Exercise data:
impl<const N: usize> RainGauge<N> {
    /// A gauge evaluating the windows `windows_s` (1..=[`MAX_WINDOWS`], each 1 s..=7 days, any
    /// order, e.g. 300, 600, 900, 1800, 3600 and the catchment's time of concentration).
    pub fn new(settings: &GaugeSettings, windows_s: &[u32]) -> Result<Self, RainError> {
        validate::positive("bucket_mm", settings.bucket_mm)?;
        validate::positive("max_intensity_mm_h", settings.max_intensity_mm_h)?;
        for (field, v) in [
            ("spread_cap_s", settings.spread_cap_s),
            ("clog_after_s", settings.clog_after_s),
            ("inter_event_dry_s", settings.inter_event_dry_s),
        ] {
            if v == 0 {
                return Err(validate::Invalid {
                    field,
                    value: 0.0,
                    rule: "must be > 0 s",
                }
                .into());
            }
        }
        if windows_s.is_empty() {
            return Err(RainError::TooFew {
                what: "windows_s",
                min: 1,
            });
        }
        if windows_s.len() > MAX_WINDOWS {
            return Err(RainError::TooMany {
                what: "windows_s",
                max: MAX_WINDOWS,
            });
        }
        if N == 0 {
            return Err(RainError::TooFew {
                what: "record buffer capacity",
                min: 1,
            });
        }
        let mut arr = [0u32; MAX_WINDOWS];
        for (slot, &w) in arr.iter_mut().zip(windows_s) {
            if w == 0 || w > 7 * 86_400 {
                return Err(validate::Invalid {
                    field: "window_s",
                    value: w as f32,
                    rule: "must be in 1..=604800 s",
                }
                .into());
            }
            *slot = w;
        }
        let longest_s = windows_s.iter().copied().max().unwrap_or(1);
        Ok(RainGauge {
            settings: *settings,
            windows_s: arr,
            n_windows: windows_s.len(),
            longest_s,
            records: Deque::new(),
            origin_s: None,
            latest_s: 0,
            last_tip_s: None,
            last_rain_s: None,
            credit_mm: 2.0 * settings.bucket_mm,
            credit_at_s: 0,
            last_chatter_s: None,
            chatter_tips: 0,
            lost_end_s: None,
            lost_records: 0,
            rising_since_s: None,
            clogged: false,
            tips_counted: 0,
            interval_depth_mm: 0.0,
            event: None,
            completed: None,
            completed_count: 0,
        })
    }

    /// The settings the gauge was built with.
    pub fn settings(&self) -> &GaugeSettings {
        &self.settings
    }

    /// The configured windows, s.
    pub fn windows_s(&self) -> &[u32] {
        self.windows_s.get(..self.n_windows).unwrap_or(&[])
    }

    /// Sees a time; returns false when it is earlier than one already seen.
    fn see(&mut self, t_s: u32) -> bool {
        match self.origin_s {
            None => {
                self.origin_s = Some(t_s);
                self.latest_s = t_s;
                self.credit_at_s = t_s;
                true
            }
            Some(_) if t_s < self.latest_s => false,
            Some(_) => {
                self.latest_s = t_s;
                true
            }
        }
    }

    fn max_rate_mm_s(&self) -> f32 {
        self.settings.max_intensity_mm_h / 3600.0
    }

    /// One tip of the bucket at `t_s`.
    pub fn record_tip(&mut self, t_s: u32) -> TipOutcome {
        if !self.see(t_s) {
            return TipOutcome::OutOfOrder;
        }
        self.close_event_if_dry(t_s);
        let dt = t_s.saturating_sub(self.credit_at_s) as f32;
        let cap = 2.0 * self.settings.bucket_mm;
        self.credit_mm = (self.credit_mm + dt * self.max_rate_mm_s()).min(cap);
        self.credit_at_s = t_s;
        // A small tolerance so that tips exactly at the plausible rate still count.
        if self.credit_mm + 1e-4 * self.settings.bucket_mm < self.settings.bucket_mm {
            self.chatter_tips = self.chatter_tips.saturating_add(1);
            self.last_chatter_s = Some(t_s);
            return TipOutcome::Chatter;
        }
        self.credit_mm = (self.credit_mm - self.settings.bucket_mm).max(0.0);
        let prev = self.last_tip_s.or(self.origin_s).unwrap_or(t_s);
        let start_s = prev.max(t_s.saturating_sub(self.settings.spread_cap_s));
        self.last_tip_s = Some(t_s);
        self.tips_counted = self.tips_counted.saturating_add(1);
        self.add_rain(
            Record {
                start_s,
                end_s: t_s,
                depth_mm: self.settings.bucket_mm,
            },
            t_s,
        );
        TipOutcome::Counted
    }

    /// `count` tips stamped with the same second `t_s` (a pulse counter read once a
    /// second); returns how many were counted as rain.
    pub fn record_tips(&mut self, t_s: u32, count: u32) -> u32 {
        let mut counted = 0u32;
        // At most two buckets of credit exist, so beyond three tips all are chatter.
        for _ in 0..count.min(3) {
            if self.record_tip(t_s) == TipOutcome::Counted {
                counted = counted.saturating_add(1);
            }
        }
        if count > 3 && t_s >= self.latest_s {
            self.chatter_tips = self.chatter_tips.saturating_add(count.saturating_sub(3));
            self.last_chatter_s = Some(t_s);
        }
        counted
    }

    /// `count` tips counted over the `interval_s` seconds ending at `end_s` (a pulse counter
    /// read once per control step), spread evenly over the interval (never before the last
    /// time the gauge saw), so that the plausible-rate check judges their mean rate over the
    /// interval and not a same-second burst. Tips beyond what the plausible rate allows over
    /// the interval (plus the two-bucket credit) are chatter. Returns how many were counted.
    pub fn record_tips_over(&mut self, end_s: u32, interval_s: u32, count: u32) -> u32 {
        let from = match self.origin_s {
            Some(_) => end_s.saturating_sub(interval_s).max(self.latest_s),
            None => end_s.saturating_sub(interval_s),
        };
        let span = end_s.saturating_sub(from);
        if span <= 1 || count <= 1 || end_s < self.latest_s {
            return self.record_tips(end_s, count);
        }
        let bucket = self.settings.bucket_mm;
        #[allow(clippy::cast_possible_truncation, clippy::cast_sign_loss)]
        let plausible = (self.max_rate_mm_s() * span as f32 / bucket) as u32;
        let n = count.min(plausible.saturating_add(3));
        let mut counted = 0u32;
        for k in 1..=n {
            let at = u64::from(span)
                .saturating_mul(u64::from(k))
                .checked_div(u64::from(n))
                .unwrap_or(0);
            let t = from.saturating_add(u32::try_from(at).unwrap_or(span));
            if self.record_tip(t) == TipOutcome::Counted {
                counted = counted.saturating_add(1);
            }
        }
        if count > n {
            self.chatter_tips = self.chatter_tips.saturating_add(count.saturating_sub(n));
            self.last_chatter_s = Some(end_s);
        }
        counted
    }

    /// A rain total `depth_mm` over the interval of `interval_s` ending at `end_s` (e.g. a
    /// 5-min total), spread uniformly over the interval.
    pub fn record_interval(
        &mut self,
        end_s: u32,
        interval_s: u32,
        depth_mm: f32,
    ) -> IntervalOutcome {
        if interval_s == 0 || !depth_mm.is_finite() || depth_mm < 0.0 {
            return IntervalOutcome::Rejected;
        }
        if !self.see(end_s) {
            return IntervalOutcome::Rejected;
        }
        self.close_event_if_dry(end_s);
        if depth_mm == 0.0 {
            return IntervalOutcome::Dry;
        }
        let plausible = self.max_rate_mm_s() * interval_s as f32;
        let (depth, outcome) = if depth_mm > plausible {
            self.last_chatter_s = Some(end_s);
            (plausible, IntervalOutcome::Clipped)
        } else {
            (depth_mm, IntervalOutcome::Counted)
        };
        self.interval_depth_mm += depth;
        let start_s = end_s.saturating_sub(interval_s);
        self.add_rain(
            Record {
                start_s,
                end_s,
                depth_mm: depth,
            },
            start_s,
        );
        outcome
    }

    fn add_rain(&mut self, rec: Record, rain_start_s: u32) {
        // Drop records that no longer reach into the longest window.
        let horizon = self.latest_s.saturating_sub(self.longest_s);
        while let Some(front) = self.records.front() {
            if front.end_s <= horizon {
                self.records.pop_front();
            } else {
                break;
            }
        }
        if self.records.is_full()
            && let Some(old) = self.records.pop_front()
        {
            self.lost_end_s = Some(self.lost_end_s.map_or(old.end_s, |e| e.max(old.end_s)));
            self.lost_records = self.lost_records.saturating_add(1);
        }
        // Cannot fail: a slot was freed above when the buffer was full.
        let _ = self.records.push_back(rec);
        self.last_rain_s = Some(rec.end_s);
        self.clogged = false;
        let (windows_s, n_windows) = (self.windows_s, self.n_windows);
        let ev = self.event.get_or_insert_with(|| {
            let mut e = RainEvent {
                start_s: rain_start_s,
                last_rain_s: rec.end_s,
                ..RainEvent::default()
            };
            for (p, &w) in e.peaks.iter_mut().zip(windows_s.iter()) {
                p.window_s = w;
            }
            e.len = n_windows;
            e
        });
        ev.depth_mm += rec.depth_mm;
        ev.last_rain_s = ev.last_rain_s.max(rec.end_s);
        let readings = self.readings(rec.end_s);
        if let Some(ev) = self.event.as_mut() {
            for (p, r) in ev.peaks.iter_mut().zip(readings.as_slice()) {
                if r.intensity_mm_h > p.intensity_mm_h {
                    p.intensity_mm_h = r.intensity_mm_h;
                    p.at_s = rec.end_s;
                }
                p.saturated |= r.saturated;
            }
        }
    }

    fn close_event_if_dry(&mut self, now_s: u32) {
        if let Some(ev) = self.event
            && now_s.saturating_sub(ev.last_rain_s) >= self.settings.inter_event_dry_s
        {
            self.completed = Some(ev);
            self.completed_count = self.completed_count.saturating_add(1);
            self.event = None;
        }
    }

    /// Advances to `now_s`, telling whether the pond's stage is rising; updates the clog flag
    /// and closes an event after the inter-event dry time. A time earlier than one already
    /// seen changes nothing but the stage trend.
    pub fn step(&mut self, now_s: u32, stage_rising: bool) -> GaugeStatus {
        let now_s = if self.see(now_s) {
            now_s
        } else {
            self.latest_s
        };
        self.close_event_if_dry(now_s);
        if stage_rising {
            let since = *self.rising_since_s.get_or_insert(now_s);
            let quiet_since = self.last_rain_s.map_or(since, |r| r.max(since));
            if now_s.saturating_sub(quiet_since) >= self.settings.clog_after_s {
                self.clogged = true;
            }
        } else {
            self.rising_since_s = None;
        }
        self.status(now_s)
    }

    /// Flags as they stand at `now_s`.
    pub fn status(&self, now_s: u32) -> GaugeStatus {
        GaugeStatus {
            clogged: self.clogged,
            chatter: self
                .last_chatter_s
                .is_some_and(|c| now_s.saturating_sub(c) < self.longest_s),
            saturated: self.is_saturated(now_s, self.longest_s),
            raining: self.event.is_some(),
            chatter_tips: self.chatter_tips,
            lost_records: self.lost_records,
        }
    }

    fn is_saturated(&self, now_s: u32, window_s: u32) -> bool {
        self.lost_end_s
            .is_some_and(|e| e > now_s.saturating_sub(window_s))
    }

    /// Depth and mean intensity over any window of `window_s` ending at `now_s` (a zero
    /// window reads zero).
    pub fn reading(&self, now_s: u32, window_s: u32) -> WindowReading {
        let from_s = now_s.saturating_sub(window_s);
        let depth_mm: f32 = self.records.iter().map(|r| r.depth_in(from_s, now_s)).sum();
        let intensity_mm_h = if window_s == 0 {
            0.0
        } else {
            depth_mm * 3600.0 / window_s as f32
        };
        WindowReading {
            window_s,
            depth_mm,
            intensity_mm_h,
            saturated: self.is_saturated(now_s, window_s),
        }
    }

    /// Readings of all configured windows at `now_s`.
    pub fn readings(&self, now_s: u32) -> Readings {
        let mut out = Readings {
            len: self.n_windows,
            ..Readings::default()
        };
        for (slot, &w) in out.items.iter_mut().zip(self.windows_s()) {
            *slot = self.reading(now_s, w);
        }
        out
    }

    /// All rain counted since start, mm (tips × bucket plus interval totals).
    pub fn total_depth_mm(&self) -> f32 {
        self.tips_counted as f32 * self.settings.bucket_mm + self.interval_depth_mm
    }

    /// Tips counted as rain since start.
    pub fn tips_counted(&self) -> u32 {
        self.tips_counted
    }

    /// The open event, if rain is falling or fell within the inter-event dry time.
    pub fn current_event(&self) -> Option<&RainEvent> {
        self.event.as_ref()
    }

    /// The most recently completed event.
    pub fn last_completed_event(&self) -> Option<&RainEvent> {
        self.completed.as_ref()
    }

    /// How many events have completed since start.
    pub fn completed_events(&self) -> u32 {
        self.completed_count
    }
}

What is expected:
For the records above, state how many lines contain "GaugeSettings", and nothing more.

Response for this exercise:
2